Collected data
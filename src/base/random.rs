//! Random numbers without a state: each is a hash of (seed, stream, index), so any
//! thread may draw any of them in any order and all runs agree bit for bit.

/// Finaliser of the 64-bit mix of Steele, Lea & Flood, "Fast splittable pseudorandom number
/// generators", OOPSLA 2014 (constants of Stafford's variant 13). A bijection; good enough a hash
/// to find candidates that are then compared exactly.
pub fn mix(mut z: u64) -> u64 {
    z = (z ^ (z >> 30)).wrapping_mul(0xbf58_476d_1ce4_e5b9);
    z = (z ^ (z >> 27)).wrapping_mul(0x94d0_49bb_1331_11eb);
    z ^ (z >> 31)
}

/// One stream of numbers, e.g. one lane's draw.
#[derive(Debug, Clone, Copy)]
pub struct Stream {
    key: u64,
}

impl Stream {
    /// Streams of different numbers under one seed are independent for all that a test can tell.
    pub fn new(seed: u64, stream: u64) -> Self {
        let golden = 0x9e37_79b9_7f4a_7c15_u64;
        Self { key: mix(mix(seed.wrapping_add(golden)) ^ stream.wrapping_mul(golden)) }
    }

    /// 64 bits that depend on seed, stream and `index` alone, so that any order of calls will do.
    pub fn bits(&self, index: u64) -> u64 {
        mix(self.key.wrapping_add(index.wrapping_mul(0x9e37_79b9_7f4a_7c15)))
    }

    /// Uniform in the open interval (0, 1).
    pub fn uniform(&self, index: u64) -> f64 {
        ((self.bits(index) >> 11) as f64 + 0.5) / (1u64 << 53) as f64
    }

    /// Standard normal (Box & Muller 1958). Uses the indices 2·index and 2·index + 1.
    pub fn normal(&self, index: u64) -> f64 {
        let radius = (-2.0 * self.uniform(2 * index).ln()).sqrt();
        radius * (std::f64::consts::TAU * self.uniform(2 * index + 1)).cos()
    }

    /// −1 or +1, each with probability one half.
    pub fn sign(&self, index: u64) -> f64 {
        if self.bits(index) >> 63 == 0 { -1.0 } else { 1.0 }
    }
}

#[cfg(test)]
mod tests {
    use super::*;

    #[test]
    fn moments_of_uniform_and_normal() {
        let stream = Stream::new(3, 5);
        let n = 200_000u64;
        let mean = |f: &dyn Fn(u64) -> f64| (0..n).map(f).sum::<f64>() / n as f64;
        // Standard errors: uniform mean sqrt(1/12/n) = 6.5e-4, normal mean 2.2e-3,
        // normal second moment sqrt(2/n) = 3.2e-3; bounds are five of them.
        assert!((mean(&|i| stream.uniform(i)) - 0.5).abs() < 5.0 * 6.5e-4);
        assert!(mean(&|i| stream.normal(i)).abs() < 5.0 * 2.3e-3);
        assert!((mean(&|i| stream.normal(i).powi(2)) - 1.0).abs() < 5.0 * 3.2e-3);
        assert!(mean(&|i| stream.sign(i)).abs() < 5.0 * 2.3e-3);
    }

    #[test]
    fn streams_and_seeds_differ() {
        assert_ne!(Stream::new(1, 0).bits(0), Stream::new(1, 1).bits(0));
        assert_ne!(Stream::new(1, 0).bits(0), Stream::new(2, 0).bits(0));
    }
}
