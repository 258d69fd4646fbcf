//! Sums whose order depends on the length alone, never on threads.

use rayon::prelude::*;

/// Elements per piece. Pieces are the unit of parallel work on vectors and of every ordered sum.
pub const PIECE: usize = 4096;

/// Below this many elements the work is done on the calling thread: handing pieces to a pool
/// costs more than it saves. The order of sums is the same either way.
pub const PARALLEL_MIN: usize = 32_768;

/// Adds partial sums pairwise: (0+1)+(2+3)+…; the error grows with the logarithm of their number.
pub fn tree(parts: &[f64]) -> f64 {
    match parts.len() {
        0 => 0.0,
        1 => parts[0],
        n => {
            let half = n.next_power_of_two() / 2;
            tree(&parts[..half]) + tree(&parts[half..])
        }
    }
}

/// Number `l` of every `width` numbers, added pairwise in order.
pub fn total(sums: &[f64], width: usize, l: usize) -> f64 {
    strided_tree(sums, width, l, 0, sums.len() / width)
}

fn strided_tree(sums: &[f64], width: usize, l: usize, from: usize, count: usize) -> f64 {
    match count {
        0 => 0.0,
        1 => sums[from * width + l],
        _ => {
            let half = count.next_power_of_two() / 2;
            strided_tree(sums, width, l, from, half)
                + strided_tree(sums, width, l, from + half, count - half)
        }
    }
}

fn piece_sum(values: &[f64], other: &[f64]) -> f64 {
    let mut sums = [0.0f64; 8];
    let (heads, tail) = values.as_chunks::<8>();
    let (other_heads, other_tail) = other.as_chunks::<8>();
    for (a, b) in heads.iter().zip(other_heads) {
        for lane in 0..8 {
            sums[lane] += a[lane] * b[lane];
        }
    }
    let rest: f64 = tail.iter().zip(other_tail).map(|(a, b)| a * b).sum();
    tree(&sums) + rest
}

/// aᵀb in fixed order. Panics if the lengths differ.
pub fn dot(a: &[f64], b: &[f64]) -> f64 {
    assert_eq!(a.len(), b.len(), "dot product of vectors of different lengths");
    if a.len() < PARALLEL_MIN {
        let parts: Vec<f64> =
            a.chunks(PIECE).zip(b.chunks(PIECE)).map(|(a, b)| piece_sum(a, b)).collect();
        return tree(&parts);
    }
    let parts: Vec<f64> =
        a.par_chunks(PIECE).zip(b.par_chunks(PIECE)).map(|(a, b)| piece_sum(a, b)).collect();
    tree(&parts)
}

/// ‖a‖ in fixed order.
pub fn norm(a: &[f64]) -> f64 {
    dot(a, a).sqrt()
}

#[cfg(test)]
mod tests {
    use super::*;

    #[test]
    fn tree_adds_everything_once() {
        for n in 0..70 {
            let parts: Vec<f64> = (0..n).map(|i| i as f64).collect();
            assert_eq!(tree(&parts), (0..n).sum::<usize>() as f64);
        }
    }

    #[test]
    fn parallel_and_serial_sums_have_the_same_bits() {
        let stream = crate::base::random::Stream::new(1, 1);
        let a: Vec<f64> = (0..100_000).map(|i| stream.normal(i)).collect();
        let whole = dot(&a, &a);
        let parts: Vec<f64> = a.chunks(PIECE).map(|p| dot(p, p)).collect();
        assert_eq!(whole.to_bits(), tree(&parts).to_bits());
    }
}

--

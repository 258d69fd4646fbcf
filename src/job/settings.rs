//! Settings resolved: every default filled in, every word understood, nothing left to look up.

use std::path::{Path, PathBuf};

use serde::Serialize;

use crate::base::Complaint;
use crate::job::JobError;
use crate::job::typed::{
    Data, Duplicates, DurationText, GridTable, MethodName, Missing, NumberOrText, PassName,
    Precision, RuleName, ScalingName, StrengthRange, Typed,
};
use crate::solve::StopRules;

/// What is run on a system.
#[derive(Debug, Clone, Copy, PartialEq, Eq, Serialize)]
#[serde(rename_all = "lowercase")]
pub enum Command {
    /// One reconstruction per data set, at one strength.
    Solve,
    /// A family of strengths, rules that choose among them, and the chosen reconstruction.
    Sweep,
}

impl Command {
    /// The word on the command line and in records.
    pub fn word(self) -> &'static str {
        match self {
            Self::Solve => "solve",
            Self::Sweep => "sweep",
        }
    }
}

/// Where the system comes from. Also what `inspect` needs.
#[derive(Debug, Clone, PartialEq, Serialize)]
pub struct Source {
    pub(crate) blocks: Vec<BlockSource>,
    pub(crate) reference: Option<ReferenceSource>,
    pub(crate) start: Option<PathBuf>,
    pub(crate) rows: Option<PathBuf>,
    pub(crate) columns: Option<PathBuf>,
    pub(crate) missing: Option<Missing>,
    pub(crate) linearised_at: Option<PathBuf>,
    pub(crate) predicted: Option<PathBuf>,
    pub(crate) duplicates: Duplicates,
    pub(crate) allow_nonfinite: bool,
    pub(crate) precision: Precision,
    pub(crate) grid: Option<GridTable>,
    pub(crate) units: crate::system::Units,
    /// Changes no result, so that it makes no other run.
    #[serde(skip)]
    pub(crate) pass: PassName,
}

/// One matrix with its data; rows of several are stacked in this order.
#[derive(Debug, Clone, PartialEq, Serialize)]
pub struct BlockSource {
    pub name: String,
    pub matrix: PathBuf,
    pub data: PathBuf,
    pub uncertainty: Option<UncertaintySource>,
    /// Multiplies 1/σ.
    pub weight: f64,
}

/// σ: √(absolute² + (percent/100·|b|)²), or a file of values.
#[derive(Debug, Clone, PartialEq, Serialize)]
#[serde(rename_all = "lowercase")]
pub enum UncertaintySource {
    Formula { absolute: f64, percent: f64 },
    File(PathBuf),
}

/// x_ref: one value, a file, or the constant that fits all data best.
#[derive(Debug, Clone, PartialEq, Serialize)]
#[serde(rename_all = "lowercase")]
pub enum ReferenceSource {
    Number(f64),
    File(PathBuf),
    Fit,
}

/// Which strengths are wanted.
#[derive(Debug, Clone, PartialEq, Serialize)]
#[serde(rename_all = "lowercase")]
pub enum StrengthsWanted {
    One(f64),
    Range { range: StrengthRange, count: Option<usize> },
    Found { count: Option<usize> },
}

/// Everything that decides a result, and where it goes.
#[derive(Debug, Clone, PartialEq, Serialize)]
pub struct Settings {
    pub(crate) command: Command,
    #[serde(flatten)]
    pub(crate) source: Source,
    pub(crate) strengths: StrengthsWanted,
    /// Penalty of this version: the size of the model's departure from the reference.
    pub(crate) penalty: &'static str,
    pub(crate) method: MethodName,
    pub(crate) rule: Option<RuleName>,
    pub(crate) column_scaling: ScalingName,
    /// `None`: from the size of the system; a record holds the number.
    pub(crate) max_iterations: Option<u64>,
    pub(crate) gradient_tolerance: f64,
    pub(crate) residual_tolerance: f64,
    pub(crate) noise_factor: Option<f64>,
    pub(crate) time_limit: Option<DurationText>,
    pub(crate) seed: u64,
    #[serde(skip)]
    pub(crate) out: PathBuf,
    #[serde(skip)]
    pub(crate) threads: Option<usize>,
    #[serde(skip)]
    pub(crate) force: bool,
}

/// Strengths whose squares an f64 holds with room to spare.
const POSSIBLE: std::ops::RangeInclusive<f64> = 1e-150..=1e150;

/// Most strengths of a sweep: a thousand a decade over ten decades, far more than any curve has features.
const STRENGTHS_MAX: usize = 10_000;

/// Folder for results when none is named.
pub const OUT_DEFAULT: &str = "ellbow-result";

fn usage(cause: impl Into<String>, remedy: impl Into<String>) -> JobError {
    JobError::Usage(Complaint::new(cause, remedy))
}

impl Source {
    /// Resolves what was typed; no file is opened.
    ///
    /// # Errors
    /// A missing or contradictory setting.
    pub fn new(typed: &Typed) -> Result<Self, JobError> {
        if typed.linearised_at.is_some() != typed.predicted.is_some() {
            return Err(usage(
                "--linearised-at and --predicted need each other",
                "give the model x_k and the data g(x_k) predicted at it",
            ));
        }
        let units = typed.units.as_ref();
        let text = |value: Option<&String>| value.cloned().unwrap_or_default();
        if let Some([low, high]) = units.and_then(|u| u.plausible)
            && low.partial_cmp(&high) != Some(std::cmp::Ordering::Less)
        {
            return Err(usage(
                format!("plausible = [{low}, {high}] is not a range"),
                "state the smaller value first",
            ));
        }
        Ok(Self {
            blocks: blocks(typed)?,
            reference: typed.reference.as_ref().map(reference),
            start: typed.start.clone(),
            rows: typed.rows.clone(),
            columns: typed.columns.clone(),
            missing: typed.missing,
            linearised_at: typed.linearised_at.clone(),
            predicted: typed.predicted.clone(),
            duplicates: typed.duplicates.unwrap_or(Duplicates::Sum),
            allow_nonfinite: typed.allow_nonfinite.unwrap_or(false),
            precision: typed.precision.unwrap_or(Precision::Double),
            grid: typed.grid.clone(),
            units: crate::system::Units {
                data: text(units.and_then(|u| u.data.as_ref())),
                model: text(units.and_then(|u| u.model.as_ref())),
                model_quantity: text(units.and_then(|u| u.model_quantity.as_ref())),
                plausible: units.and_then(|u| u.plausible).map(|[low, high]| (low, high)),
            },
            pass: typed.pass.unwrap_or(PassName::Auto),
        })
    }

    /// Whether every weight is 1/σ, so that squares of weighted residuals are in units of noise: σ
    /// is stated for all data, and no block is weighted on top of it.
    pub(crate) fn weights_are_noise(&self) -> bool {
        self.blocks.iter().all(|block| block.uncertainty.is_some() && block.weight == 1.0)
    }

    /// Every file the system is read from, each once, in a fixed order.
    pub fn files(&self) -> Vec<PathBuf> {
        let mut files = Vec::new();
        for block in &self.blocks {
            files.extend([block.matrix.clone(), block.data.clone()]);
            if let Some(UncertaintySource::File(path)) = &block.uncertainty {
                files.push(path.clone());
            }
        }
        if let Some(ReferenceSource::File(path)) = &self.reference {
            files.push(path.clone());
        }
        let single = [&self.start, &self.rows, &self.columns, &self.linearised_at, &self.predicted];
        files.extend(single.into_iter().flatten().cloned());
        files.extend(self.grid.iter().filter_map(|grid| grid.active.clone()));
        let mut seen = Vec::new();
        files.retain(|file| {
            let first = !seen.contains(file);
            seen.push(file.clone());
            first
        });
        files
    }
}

• **What you will do**
Each line of the data above containing the string "base" is to be copied.

• **Worked solution**
filename src/base/random.rs
        let stream = crate::base::random::Stream::new(1, 1);
use crate::base::Complaint;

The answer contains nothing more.